I just hit my one-year anniversary at an AI native startup. It's been the most intense, rewarding, and educational year of my career.

Here are the ten lessons that had the biggest impact on how I think about building, selling, and scaling at an early-stage AI company.

1. Technical Fluency Closes Deals

Going beyond general product familiarity is the single biggest unlock for a GTM role at a technical company. Prompts, schema design, edge cases, Python snippets, model selection tradeoffs. When you're informed enough to unblock builds and increase customer confidence in real time, you become more than a salesperson. You become a trusted partner.

2. Repeatable Playbooks Are Gold Dust

Structured onboarding approaches, renewal plans, QBR assets, discovery worksheets, demo templates, and training content. The common thread is codifying your business into scalable artifacts. In early-stage startups, the team that builds the best playbooks moves fastest when it's time to scale.

3. Renewals Are Won on Day One

Proving ROI and delivering consistent onboarding on the front end is as impactful as pricing negotiations on the back end. Quantify value early. Package outcomes clearly. Preempt objections before they form. Make the renewal decision easy from the jump rather than negotiating late when procurement has all the leverage.

4. Adoption Is a Design Problem

The system has to pull users in, not rely on them to remember steps. If your product creates friction during adoption, no amount of hand-holding will make customers want to use it. Great enablement helps, but it can't compensate for a clunky experience.

5. Cross-Functional Alignment Is Always Messier Than It Sounds

Actively shaping how Sales, Solutions, Marketing, Finance, and CX operate together is hard. In early-stage companies you're building the plane while learning how to fly it. Alignment doesn't happen by accident. It requires deliberate effort, shared systems, and constant communication.
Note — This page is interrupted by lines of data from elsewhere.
"""How far a geocentric direction of a body may be wrong: fit, knowledge of the orbit, and centre of the system."""

from collections.abc import Sequence

import numpy as np
from numpy.typing import ArrayLike

from colure.arrays import ARCSEC, Float

J2000 = 2451545.0
DE440_YEARS = 450.0
"""Years from J2000 to the nearer end of DE440, where the two ephemerides are compared."""

SEAM_ARCSEC = {
    "sun": 0.01,
    "mercury": 0.02,
    "venus": 0.02,
    "emb": 0.01,
    "earth": 0.0,
    "mars": 0.02,
    "jupiter": 0.2,
    "saturn": 0.2,
    "uranus": 3.1,
    "neptune": 0.5,
    "pluto": 0.6,
    "moon": 2.2,
}
CENTRE_AU = {"jupiter": 0.08 * 4.2 * ARCSEC, "saturn": 0.05 * 8.5 * ARCSEC, "pluto": 0.1 * 30.0 * ARCSEC}


def bound(bodies: Sequence[str], jd: ArrayLike, distance: ArrayLike, fit: ArrayLike = 0.0) -> Float:
    """Return bounds (bodies, *shape) in arcsec on the error of a geocentric direction."""
    jd = np.asarray(jd, dtype=np.float64)
    far = np.abs(jd - J2000) / 365.25 / DE440_YEARS
    out = np.empty((len(bodies), *jd.shape))
    distance = np.broadcast_to(np.asarray(distance, dtype=np.float64), out.shape)
    for row, body in enumerate(bodies):
        growth = far * far if body == "moon" else far
        out[row] = SEAM_ARCSEC[body] * growth + CENTRE_AU.get(body, 0.0) / distance[row] / ARCSEC
    return np.asarray(out + fit)
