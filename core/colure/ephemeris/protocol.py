"""What an ephemeris is: the bodies it knows, the calls it answers and how it refuses a moment outside its span."""

from collections.abc import Sequence
from typing import Protocol, TypeAlias

import numpy as np
from numpy.typing import ArrayLike

from colure.arrays import Bool, Float
from colure.errors import BodyError, EphemerisSpanError, near_names

BODIES = (
    "sun",
    "mercury",
    "venus",
    "emb",
    "mars",
    "jupiter",
    "saturn",
    "uranus",
    "neptune",
    "pluto",
    "moon",
    "earth",
)
"""Every body an ephemeris may be asked for. `mars` to `pluto` are the barycentres of their systems of satellites,
which is what the fundamental ephemerides integrate; the planet itself is at most 0.1″ away (Jupiter 0.08″)."""

SYSTEM_BARYCENTRES = ("mars", "jupiter", "saturn", "uranus", "neptune", "pluto")
"""The bodies whose position is that of the whole planetary system's barycentre."""

KM_PER_AU = 149597870.700
"""IAU 2012 resolution B2: exact."""

Days: TypeAlias = Float | float


class Ephemeris(Protocol):
    """Barycentric positions and velocities of `BODIES` on ICRS axes, at TDB."""

    @property
    def name(self) -> str:
        """What to call it in an answer."""
        ...

    @property
    def span(self) -> tuple[float, float]:
        """First and last Julian date (TDB) that is covered."""
        ...

    def posvel(self, bodies: Sequence[str], tdb1: Days, tdb2: Days = 0.0, *, each: bool = False) -> tuple[Float, Float]:
        """Return positions in au and velocities in au/day, both (bodies, *shape, 3), barycentric, ICRS axes.

        `tdb1 + tdb2` is the Julian date in TDB, of any shape. With `each` the first dimension of the dates runs over
        the bodies (every body at a moment of its own, as for light time) and `shape` is what is left.
        """
        ...

    def position(self, bodies: Sequence[str], tdb1: Days, tdb2: Days = 0.0, *, each: bool = False) -> Float:
        """Return the positions of `posvel` alone, in less time."""
        ...

    def source(self, tdb: float) -> str:
        """Return the name of what the answer at this Julian date rests on."""
        ...

    def uncertainty_arcsec(
        self, bodies: Sequence[str], tdb1: Days, tdb2: Days = 0.0, distance: ArrayLike | None = None
    ) -> Float:
        """Return bounds (bodies, *shape) on the error of a geocentric direction in seconds of arc.

        `distance` is that of the body in au, (bodies, *shape) or a scalar; None takes the least it can be.
        """
        ...


def check_bodies(bodies: Sequence[str], known: Sequence[str], name: str) -> None:
    """Raise BodyError for the first body that `known` lacks."""
    for body in bodies:
        if body in known:
            continue
        if body in BODIES:
            raise BodyError(f"ephemeris {name}: body '{body}' is not in it; it holds {', '.join(known)}")
        raise BodyError(f"body '{body}': not known{near_names(body, BODIES)}; expected one of {', '.join(BODIES)}")


def check_each(shape: tuple[int, ...], bodies: Sequence[str]) -> None:
    """Raise BodyError unless the first dimension of dates given for each body runs over the bodies."""
    if not shape or shape[0] != len(bodies):
        raise BodyError(f"dates for each of {len(bodies)} bodies: their shape is {shape}, expected ({len(bodies)}, …)")


def years(span: tuple[float, float]) -> str:
    """Return a span of Julian dates as plain years of astronomical numbering, such as `"-2999.0 to 3000.1"`."""
    # Rounded inwards, so that every year printed is covered.
    first = np.ceil((2000.0 + (span[0] - 2451545.0) / 365.25) * 10.0) / 10.0
    last = np.floor((2000.0 + (span[1] - 2451545.0) / 365.25) * 10.0) / 10.0
    return f"{first:.1f} to {last:.1f}".replace("-", "−")


def check_span(jd: Float, span: tuple[float, float], name: str) -> None:
    """Raise EphemerisSpanError, with the mask of the offenders, unless every Julian date lies in `span`."""
    # Written so that NaN counts as outside; the two reductions cost less than a mask in the usual case.
    if jd.size == 0 or (jd.min() >= span[0] and jd.max() <= span[1]):
        return
    mask: Bool = ~((jd >= span[0]) & (jd <= span[1]))
    first = float(np.asarray(jd)[mask].flat[0])
    if np.isfinite(first):
        year = f"{2000.0 + (first - 2451545.0) / 365.25:.1f}".replace("-", "−")
        which = f"JD {first:.1f} TDB (year {year})"
    else:
        which = f"JD {first}"
    many = "" if mask.size == 1 else f" and {int(mask.sum()) - 1} more of {mask.size} moments"
    raise EphemerisSpanError(
        f"ephemeris {name}: {which}{many} outside its span; it covers the years {years(span)}", mask
    )
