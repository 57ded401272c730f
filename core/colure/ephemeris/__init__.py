"""Where the Sun, the Moon and the planets are: the embedded tables, or a kernel file of the user's own."""

from functools import cache
from pathlib import Path

from colure.ephemeris.protocol import BODIES, KM_PER_AU, SYSTEM_BARYCENTRES, Ephemeris

__all__ = ["BODIES", "KM_PER_AU", "SYSTEM_BARYCENTRES", "Ephemeris", "default", "open_kernel"]


@cache
def default() -> Ephemeris:
    """Return the embedded ephemeris (years −2999 to 3000), opened once; nothing is read before the first answer."""
    from colure.ephemeris.embedded import Embedded

    return Embedded()


def open_kernel(path: str | Path) -> Ephemeris:
    """Return an SPK kernel file as an ephemeris; raise KernelError with one clear line if it is not usable."""
    from colure.ephemeris.kernel import Kernel

    return Kernel(path)
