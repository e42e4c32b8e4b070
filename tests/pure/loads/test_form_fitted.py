"""What is fitted, rails, footprints and restraints between the page and the document: carried or refused,
never lost.
"""

from dataclasses import replace
from typing import Any

import pytest

from fleet.basis import Basis
from fleet.stations import Condition, Floor, Rail, Setting
from loads.web.copied import can_carry, typed_of
from loads.web.desk import lay_desk
from loads.web.form import document_of, field_of
from tests.pure.loads.load_documents import DEPARTURE, SEATS, TANKS
from tests.pure.loads.making import SOURCE, F, load, twin

SIDES = {
    "length": {"value": "24", "unit": "in"},
    "width": {"value": "18.5", "unit": "in"},
    "lies": "across",
}


def document(**item: Any) -> dict[str, Any]:
    """A load that uses every part at once."""
    full = load(conditions=["NET"], seat_settings=[{"row": "1", "setting": "3"}])
    full["seat_settings"].append({"seat": "ROW2-L", "setting": "5"})
    full["items"][0] |= {"footprint": {**SIDES, "feet_lengthwise": 2}} | item
    full["passengers"][0]["restraint"] = {"value": "8", "unit": "lb"}
    full["flight"]["departure"] = DEPARTURE
    return full


def again(typed: dict[str, str]) -> dict[str, Any]:
    return document_of(typed, departure=DEPARTURE, seats=SEATS, tanks=TANKS)[0]


def marked() -> Basis:
    basis = twin()
    rail = Rail(F(150), F(160), (Setting("3", F(152)), Setting("5", F(158))), SOURCE)
    seats = tuple(
        replace(seat, rail=replace(rail, forward=seat.arm - 5, aft=seat.arm + 5), row=seat.id[3])
        if seat.id.startswith("ROW")
        else seat
        for seat in basis.seats
    )
    places = tuple(
        replace(place, floor=Floor("along", None, None)) if place.id == "AFT-HOLD" else place
        for place in basis.places
    )
    return replace(basis, seats=seats, places=places, conditions=(Condition("NET", "net fitted", SOURCE),))


def desk_of(basis: Basis, typed: dict[str, str]) -> dict[str, Any]:
    return lay_desk(basis, basis.configurations[0], typed=typed, faults={}, zone="UTC")


def names(desk: dict[str, Any]) -> set[str]:
    rows = [*desk["floor"], desk["fitted"], *(seat["fields"] for seat in desk["seats"])]
    return {field.name for row in rows for field in row if field}


SPREADER = {"weight": {"value": "12", "unit": "lb"}, **SIDES}


@pytest.mark.parametrize(
    "item",
    [
        {},
        {"spreader": SPREADER},
        {"spreader": {"weight": SPREADER["weight"]}},
        {"pallet": {"weight": {"value": "30", "unit": "lb"}}},
        {"pallet": SPREADER, "net": {"weight": {"value": "5", "unit": "lb"}}},
        {"spreader": {**SPREADER, "length": {"value": "60", "unit": "cm"}}},  # one item, two units of length
        {"spreader": {**SPREADER, "weight": {"value": "6", "unit": "kg"}}},  # another unit than the item's
    ],
)
def test_all_of_it_put_on_the_page_and_taken_off_it_is_the_same(item: dict[str, Any]) -> None:
    full = document(**item)

    assert can_carry(full, seats=SEATS, tanks=TANKS)
    carried = again(typed_of(full))
    for part in ("conditions", "seat_settings"):
        assert carried[part] == full[part]
    for part in ("footprint", "pallet", "net", "spreader"):
        assert _as_text(carried["items"][0].get(part)) == _as_text(full["items"][0].get(part))
    assert carried["passengers"][0]["restraint"] == full["passengers"][0]["restraint"]


@pytest.mark.parametrize("basis", [marked(), twin()], ids=["asks for it", "knows nothing of it"])
def test_whatever_is_put_on_the_page_stands_in_an_input_the_page_shows(basis: Basis) -> None:
    typed = typed_of(document(spreader=SPREADER))
    ours = {
        name
        for name in typed
        if name.startswith(("condition:", "setting:")) or name.endswith((":restraint", ":lies", ":length"))
    }

    assert len(ours) == 6
    assert ours <= names(desk_of(basis, typed))


def test_a_plain_basis_asks_for_none_of_it_and_a_plain_load_gets_none_of_it() -> None:
    desk = desk_of(twin(), {})

    assert (desk["floor"], desk["fitted"], desk["restraints"]) == ([], [], False)
    assert not {"conditions", "seat_settings"} & again(typed_of(load())).keys()


def test_the_page_offers_conditions_rows_seats_and_their_settings() -> None:
    asked = {field.name: field for field in desk_of(marked(), {})["fitted"]}

    assert list(asked)[:3] == ["condition:NET", "setting:row:1", "setting:row:2"]
    assert "setting:seat:ROW1-L" in asked
    assert asked["setting:row:1"].choices == (("", "not stated: both ends"), ("3", "3"), ("5", "5"))


@pytest.mark.parametrize(
    ("pointer", "name"),
    [
        ("/conditions/0", "condition:NET"),
        ("/seat_settings/0/setting", "setting:row:1"),
        ("/items/0/footprint/width", "item:0:width"),
        ("/items/0/spreader/weight/value", "item:0:spreader_weight"),
        ("/passengers/0/restraint/value", "seat:ROW1-L:restraint"),
    ],
)
def test_a_fault_finds_its_input(pointer: str, name: str) -> None:
    typed = typed_of(document(spreader=SPREADER))
    _, fields = document_of(typed, departure=DEPARTURE, seats=SEATS, tanks=TANKS)

    assert field_of(pointer, fields) == name


def _as_text(part: Any) -> Any:
    return {name: _as_text(value) for name, value in part.items()} if isinstance(part, dict) else str(part)
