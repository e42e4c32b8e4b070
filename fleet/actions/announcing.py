"""What subscribers are told of the fleet, inside the act that makes it so."""

from datetime import datetime

from fleet.events import FALLING_DUE
from records.act import Entry
from records.webhooks.announce import announce


def announce_falling_due(
    entry: Entry, about: str, *, what: str, due: datetime, registration: str = ""
) -> None:
    """This function will tell that something lapses: `about` names it ("aircraft:<id>"), `what` in words.

    `what` must name no person.
    """
    payload: dict[str, object] = {"what": what, "due": due.isoformat(), "aircraft": registration or None}
    announce(entry, FALLING_DUE, about, payload)
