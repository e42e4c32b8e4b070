r"""The plot of a load against lateral limits that vary with the longitudinal CG, as one SVG text.

    lateral  R |   .-------.
               |  /  R T    \     the limit: a closed line, named at the right
             0 | |   Z L     |    phases: the shapes and letters they have on the other plots
               |  \_________/
             L +---------------> centre of gravity, arm

Right of the centreline is up. It draws and decides nothing: binary floats are used here and nowhere near a
verdict.
"""

from collections.abc import Mapping, Sequence
from fractions import Fraction
from itertools import pairwise
from typing import Any

from fleet.lateral import LateralByCg
from loads.plot import DASHES, ROW, STANDARD, Frame, broken, grid, titles
from loads.plot_marks import MARKS, WORST, Mark, drawn_marks
from loads.plot_path import BETWEEN
from loads.plot_scale import Scale
from loads.svg import corners, element, label, picture, short

Knot = tuple[float, float, float]  # weight, moment, lateral moment
AXIS = "lateral by CG"  # of a worst point in the result document
UP = {"arm": "lateral arm", "moment": "lateral moment"}


def plot_across(result: Mapping[str, Any], limits: Sequence[LateralByCg], *, frame: Frame = STANDARD) -> str:
    """This function will return an SVG text of the result document against these limits.

    They are in the units of the result. Returns "" when there is nothing to draw. Aft and right: positive.
    """
    shown = [limit for limit in limits if limit.gives == limits[0].gives]
    if not shown or not result["phases"]:
        return ""
    gives = shown[0].gives
    marks = [Mark(MARKS[row["phase"]], row["phase"], *_place(row, gives)) for row in result["phases"]]
    worst = [each for each in (result.get("path") or {}).get("worst", ()) if each["axis"] == AXIS]
    marks += [Mark(WORST, f"worst point, {each['point']}", *_place(each, gives)) for each in worst]
    points = [(float(along), float(across)) for limit in shown for along, across in limit.points]
    x = Scale.around([along for along, _ in points] + [mark.x for mark in marks], frame.left, frame.right)
    y = Scale.around([across for _, across in points] + [mark.y for mark in marks], frame.bottom, frame.top)
    units = result["units"]
    unit = units["moment" if gives == "moment" else "length"]
    parts = [
        *grid(x, y, frame, sided=False, sided_up=True),
        *titles(frame, f"centre of gravity, arm, {units['length']}", f"{UP[gives]}, {unit}"),
        *(_outline(limit, number, x, y, frame) for number, limit in enumerate(shown)),
        *_burn(result, gives, x, y),
        *drawn_marks(marks, x, y, frame.right),
    ]
    told = "; ".join(
        f"{mark.phase}: {_sided(mark.y)} {unit} at {short(mark.x)} {units['length']}" for mark in marks
    )
    return picture(parts, frame.width, frame.height, told)


def _place(row: Mapping[str, Any], gives: str) -> tuple[float, float]:
    arm, across = Fraction(row["arm"]), Fraction(row["lateral_arm"])
    return float(arm), float(across * Fraction(row["weight"]) if gives == "moment" else across)


def _outline(limit: LateralByCg, number: int, x: Scale, y: Scale, frame: Frame) -> str:
    points = [(x.at(float(along)), y.at(float(across))) for along, across in limit.points]
    dash = DASHES[number % len(DASHES)]
    line = element(
        "polygon", points=corners(points), fill="none", stroke="#000", stroke_width=1.5, stroke_dasharray=dash
    )
    words = broken(f"{limit.id} lateral limit: {', '.join(limit.phases)}")
    top = frame.top + 6 + number * ROW * 5
    names = [
        label(each, (frame.right + 11, top + row * ROW), font_size=8.5) for row, each in enumerate(words)
    ]
    return element("g", line, *names)


def _burn(result: Mapping[str, Any], gives: str, x: Scale, y: Scale) -> list[str]:
    """The burn as a thin line from engine start to the least fuel, straight in moments between its kinks; one
    that jumps at events as a line from jump to jump.
    """
    path = result.get("path")
    if not path:
        return []
    rows = [row for row in result["phases"] if row["phase"] != "zero fuel"] + list(path["points"])
    runs = [[_knot(row) for row in run] for run in path.get("runs") or ()]
    runs = runs or [sorted((_knot(row) for row in rows), reverse=True)]
    drawn = []
    for run in runs:
        points = [
            (x.at(moment / weight), y.at(across if gives == "moment" else across / weight))
            for weight, moment, across in _way(run)
        ]
        drawn.append(
            element("polyline", points=corners(points), fill="none", stroke="#000", stroke_width=0.4)
        )
    return drawn


def _knot(row: Mapping[str, Any]) -> Knot:
    weight = float(row["weight"])
    return weight, float(row["moment"]), float(row["lateral_arm"]) * weight


def _way(run: Sequence[Knot]) -> list[Knot]:
    way = [run[0]]
    for (w1, m1, l1), (w2, m2, l2) in pairwise(run):
        steps = [number / BETWEEN for number in range(1, BETWEEN + 1)]
        way += [(w1 + (w2 - w1) * part, m1 + (m2 - m1) * part, l1 + (l2 - l1) * part) for part in steps]
    return way


def _sided(value: float) -> str:
    figure = short(abs(value))
    return figure if figure == "0" else f"{'L' if value < 0 else 'R'} {figure}"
6. Real-World Automation Is Messy

Multi-month rollups, quarterly summaries, properties that don't exist yet, special characters breaking select options, pagination quirks. The messy stuff forces you to write better specs and build stronger guardrails. Clean automation in production is always the result of dealing with ugly edge cases during development.

7. Documentation Culture Is a Growth Signal

In early-stage chaos, the teams that document their wins, losses, and processes are the ones that actually scale. Proactive sharing prevents silos and creates teams that move faster than any individual contributor. If nobody writes anything down, you'll rebuild the same things over and over.

8. Sell Outcomes, Not Features

Framing your product around ROI, time-to-value, and operational impact is always more effective than walking through feature sets. This is true even when you're talking to technical teams who genuinely care about your newest capabilities. People buy results, then care about how you got there.

9. Build Momentum With Mini Wins

Instead of waiting for a massive transformation, aim for early wins with a single workflow, a single user type, or a single team. Once the value is undeniable, expansion happens naturally. Small wins create the trust that funds bigger bets.

10. Scale Yourself With Reusable Templates

Notion hubs, lesson plans, demo blueprints, prompts, matrices, role definitions. This is how you build a GTM operating system rather than just closing your own book of business. The work you do once and share broadly is worth ten times the work you do once and keep to yourself.

Year one was about learning fast, building systems, and earning trust. Year two is about compounding everything that worked.